----- Listed records -----
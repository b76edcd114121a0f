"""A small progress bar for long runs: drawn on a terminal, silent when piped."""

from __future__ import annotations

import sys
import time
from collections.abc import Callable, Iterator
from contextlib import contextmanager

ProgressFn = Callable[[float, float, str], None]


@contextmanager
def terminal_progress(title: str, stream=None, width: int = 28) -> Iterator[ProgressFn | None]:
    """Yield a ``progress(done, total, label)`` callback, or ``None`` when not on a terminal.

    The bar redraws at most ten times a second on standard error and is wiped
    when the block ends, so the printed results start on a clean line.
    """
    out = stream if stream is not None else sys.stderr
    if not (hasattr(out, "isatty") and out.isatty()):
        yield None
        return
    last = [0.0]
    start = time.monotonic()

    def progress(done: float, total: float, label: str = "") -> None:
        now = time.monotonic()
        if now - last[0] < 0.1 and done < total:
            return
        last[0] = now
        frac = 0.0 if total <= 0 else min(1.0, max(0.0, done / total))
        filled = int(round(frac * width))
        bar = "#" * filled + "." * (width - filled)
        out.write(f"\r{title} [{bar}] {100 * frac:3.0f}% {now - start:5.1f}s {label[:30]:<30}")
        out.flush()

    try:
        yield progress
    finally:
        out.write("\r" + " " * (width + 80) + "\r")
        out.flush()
-----
Problem details »
Determine how many lines in the listing above contain "title", giving the number and no other words.

Answer space »
2